I’d love to see them with their bright red lipstick,
walk mountain plains,
to fetch a pale of water,
to wring clothes by hand,
knurled knuckles to pomegranate blood red,
in rivers where streams would take you and never surface you again.
I’d like to see how they’d hold the fort as their husbands left with no guarantee of return,
to fight invaders for months on end,
and not make a single complaint.
I can’t wait to see the army of perfectly functional children they raise into men and women of integrity and honour,
and do it with grace after losing just as many in still births or death.
I know one woman, well into her late eighties,
a matriarch of sorts, who’s buried more children than she’s raised and never has an ode belonging to feminists passed her lips, but raise your brow to her if you dare and wait for her palm to remind you of who you really are as it jolts your jaw into place.
If our men are anything, it’s because the women were just as much.

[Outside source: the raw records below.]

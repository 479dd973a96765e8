/** The words of the command line. */
import { Command, type Option } from 'commander';
import { check, report, solve } from './commands.ts';
import { faultLevel } from './faultLevel.ts';
import { type FaultLevelOptions, faultLevelOptions } from './faultLevelOptions.ts';
import type { Io } from './io.ts';
import { lists } from './lists.ts';
import { newJob } from './newJob.ts';
import {
  besideOption,
  type CommandOptions,
  caseOption,
  jsonOption,
  modelOption,
  outOption,
  practiceOption,
  quietOption,
} from './options.ts';
import { programVersion } from './programVersion.ts';
import { strings } from './strings.ts';
import { type StringsOptions, stringsOptions } from './stringsOptions.ts';

const afterHelp = `
A job file is read, "-" reads it from standard input. No command changes its input.

Exit status: 0 done; 1 done, with a finding that says stop or fix, or a collapse; 2 the words of the call are wrong;
3 the job has issues; 4 a file could not be read or written; 70 a defect of the program.

This is arithmetic on the figures of the job. It does not replace the local code, the makers' instructions, the inspector
or a licensed electrician.
`;

/** What the parser of words prints goes to `printed` and not to the streams; what a command answers goes to `answered`. */
export interface ProgramSinks {
  readonly printed: (text: string) => void;
  readonly complained: (text: string) => void;
  readonly answered: (status: number) => void;
}

type JobOptions = StringsOptions & FaultLevelOptions;
type JobCommand = (path: string, options: JobOptions, io: Io) => Promise<number>;

/** The program as commander has it; it throws instead of ending the process. */
export function buildProgram(io: Io, { printed, complained, answered }: ProgramSinks): Command {
  const program = new Command('ohmwright')
    .description('Solves, checks and documents off-grid extra-low-voltage DC systems as they are really wired.')
    .version(programVersion, '--version', 'print the version')
    .helpOption('--help', 'print this help')
    .helpCommand(false)
    .configureOutput({ writeOut: printed, writeErr: complained })
    .exitOverride()
    .addHelpText('after', afterHelp);
  const onJob = (name: string, what: string, run: JobCommand, own: readonly Option[] = []): void => {
    const command = program
      .command(name)
      .description(what)
      .argument('<job>', 'the job file, or - for standard input')
      .addOption(jsonOption)
      .addOption(caseOption)
      .addOption(modelOption)
      .addOption(practiceOption)
      .addOption(outOption)
      .addOption(quietOption);
    for (const option of own) command.addOption(option);
    command.action(async (path: string, options: JobOptions) => {
      answered(await run(path, options, io));
    });
  };
  onJob('solve', 'volts, amps and watts in every operating case, with the sums that prove them', solve);
  onJob('check', 'findings by the published tables of a practice, worst first', check, [besideOption]);
  onJob('strings', 'how parallel strings share, what flows at rest, joints, layouts, losses', strings, stringsOptions);
  onJob(
    'faultlevel',
    'what a short circuit sends at every junction and through every fuse and breaker',
    faultLevel,
    faultLevelOptions,
  );
  onJob('report', 'the paper of a job as a PDF (--out file.pdf), or its document tree (--json)', report);
  onJob(
    'lists',
    'cut list, fuse list and parts list as CSV files in a folder (--out folder), or as JSON (--json)',
    lists,
  );
  program
    .command('new')
    .description('a starter job to change into your own; without a name, the names')
    .argument('[starter]', 'name of a starter')
    .addOption(jsonOption)
    .addOption(outOption)
    .addOption(quietOption)
    .action(async (name: string | undefined, options: CommandOptions) => {
      answered(await newJob(name, options, io));
    });
  return program;
}
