/** The ampacity tables of the four practices, parsed once from the rows beside this file. */
import type { AmpacityTable, BoatAmpacity, FactorBand, Figure, IecAmpacity, UsLandAmpacity } from '../../core/api.ts';
import { readRows } from '../chemistry/rows.ts';
import flexible60Csv from './bs7671-flex60.csv?raw';
import note1Csv from './cfr33-183-425-note1.csv?raw';
import note2Csv from './cfr33-183-425-note2.csv?raw';
import table5Csv from './cfr33-183-425-table5.csv?raw';
import { constant } from './constants.ts';
import { cellsOf, figureOf, sizeOf, sources } from './figures.ts';
import iecAmbientCsv from './iec60364-ambient.csv?raw';
import iecGroupingCsv from './iec60364-grouping.csv?raw';
import pvc70Csv from './iec60364-pvc70.csv?raw';
import xlpe90Csv from './iec60364-xlpe90.csv?raw';
import isoCsv from './iso13297-ampacity.csv?raw';
import isoBundlingCsv from './iso13297-bundling.csv?raw';
import isoEngineCsv from './iso13297-engine-space.csv?raw';
import nec31016Csv from './nec-310-16.csv?raw';
import nec31016OldCsv from './nec-310-16-before-2011.csv?raw';
import necAmbientCsv from './nec-ambient.csv?raw';
import necBundlingCsv from './nec-bundling.csv?raw';

/** Every table held is for 30 °C surroundings. */
const TABLE_AMBIENT_DEG_C = 30;

type Statuses = 'alike' | 'mixed';
interface Text {
  readonly name: string;
  readonly csv: string;
  readonly statuses?: Statuses;
}

function ampacityTable(text: Text, source: string, columns: readonly string[]): AmpacityTable {
  const rows = readRows(text.name, text.csv);
  return {
    name: sources.get(source) ?? source,
    tableAmbientDegC: TABLE_AMBIENT_DEG_C,
    rows: rows.map((row) => ({ size: sizeOf(row), amperesA: cellsOf(row, columns, text.statuses) })),
  };
}

function factorBands(text: Text, columns: readonly string[]): readonly FactorBand[] {
  return readRows(text.name, text.csv).map((row) => ({
    from: row.optionalNumber('from'),
    to: row.optionalNumber('to'),
    factors: cellsOf(row, columns, text.statuses),
  }));
}

function byInsulation(text: Text): ReadonlyMap<string, Figure> {
  return new Map(
    readRows(text.name, text.csv).map((row) => [String(row.number('insulationDegC')), figureOf(row, 'factor')]),
  );
}

const necColumns = ['copper-60', 'copper-75', 'copper-90', 'aluminium-60', 'aluminium-75', 'aluminium-90'];
const methods = ['A1', 'A2', 'B1', 'B2', 'C'];

export const usLand: UsLandAmpacity = {
  current: ampacityTable({ name: 'nec-310-16.csv', csv: nec31016Csv }, 'SRC-NEC-310-16', necColumns),
  before2011: ampacityTable(
    { name: 'nec-310-16-before-2011.csv', csv: nec31016OldCsv },
    'SRC-NEC-310-16-OLD',
    necColumns,
  ),
  ambient: factorBands({ name: 'nec-ambient.csv', csv: necAmbientCsv }, ['60', '75', '90']),
  bundling: factorBands({ name: 'nec-bundling.csv', csv: necBundlingCsv }, ['all']),
  smallTerminalDegC: constant('us-land-small-terminal'),
  largeTerminalDegC: constant('us-land-large-terminal'),
};

export const usMarine: BoatAmpacity = {
  table: ampacityTable({ name: 'cfr33-183-425-table5.csv', csv: table5Csv }, 'SRC-CFR33-183-425-T5', [
    '60',
    '75',
    '80',
    '90',
    '105',
    '125',
    '200',
  ]),
  engineSpaceDegC: constant('us-marine-engine-space'),
  engineSpace: byInsulation({ name: 'cfr33-183-425-note1.csv', csv: note1Csv }),
  bundling: factorBands({ name: 'cfr33-183-425-note2.csv', csv: note2Csv }, ['all']),
  bundlingFromV: constant('us-marine-bundling-from'),
};

export const isoMarine: BoatAmpacity = {
  table: ampacityTable({ name: 'iso13297-ampacity.csv', csv: isoCsv }, 'SRC-ISO-13297-A', [
    '60',
    '70',
    '85',
    '105',
    '125',
    '200',
  ]),
  engineSpaceDegC: constant('iso-marine-engine-space'),
  engineSpace: byInsulation({ name: 'iso13297-engine-space.csv', csv: isoEngineCsv }),
  bundling: factorBands({ name: 'iso13297-bundling.csv', csv: isoBundlingCsv }, ['all']),
  bundlingFromV: undefined,
};

export const iecLand: IecAmpacity = {
  pvc70: ampacityTable({ name: 'iec60364-pvc70.csv', csv: pvc70Csv, statuses: 'mixed' }, 'SRC-IEC60364-PVC', methods),
  xlpe90: ampacityTable({ name: 'iec60364-xlpe90.csv', csv: xlpe90Csv }, 'SRC-IEC60364-XLPE', methods),
  flexible60: ampacityTable({ name: 'bs7671-flex60.csv', csv: flexible60Csv }, 'SRC-BS7671-FLEX60', ['pair']),
  ambient: factorBands({ name: 'iec60364-ambient.csv', csv: iecAmbientCsv, statuses: 'mixed' }, ['pvc70', 'xlpe90']),
  grouping: factorBands({ name: 'iec60364-grouping.csv', csv: iecGroupingCsv }, ['bunched', 'single-layer']),
};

The men in my family are rugged men, real men,
men with unbreakable spirits who bow only to God,
but with hearts of lambs,
they settle easily into their wives caress, because they  are soft like that.
The men in my family all die young,
because their hearts beat  beyond the capacity of normal hearts,
but they leave real women behind.
Women who don’t need false ideologies to show them how to stand up on their own two feet because their men have already embraced them with tenderness of olive branches.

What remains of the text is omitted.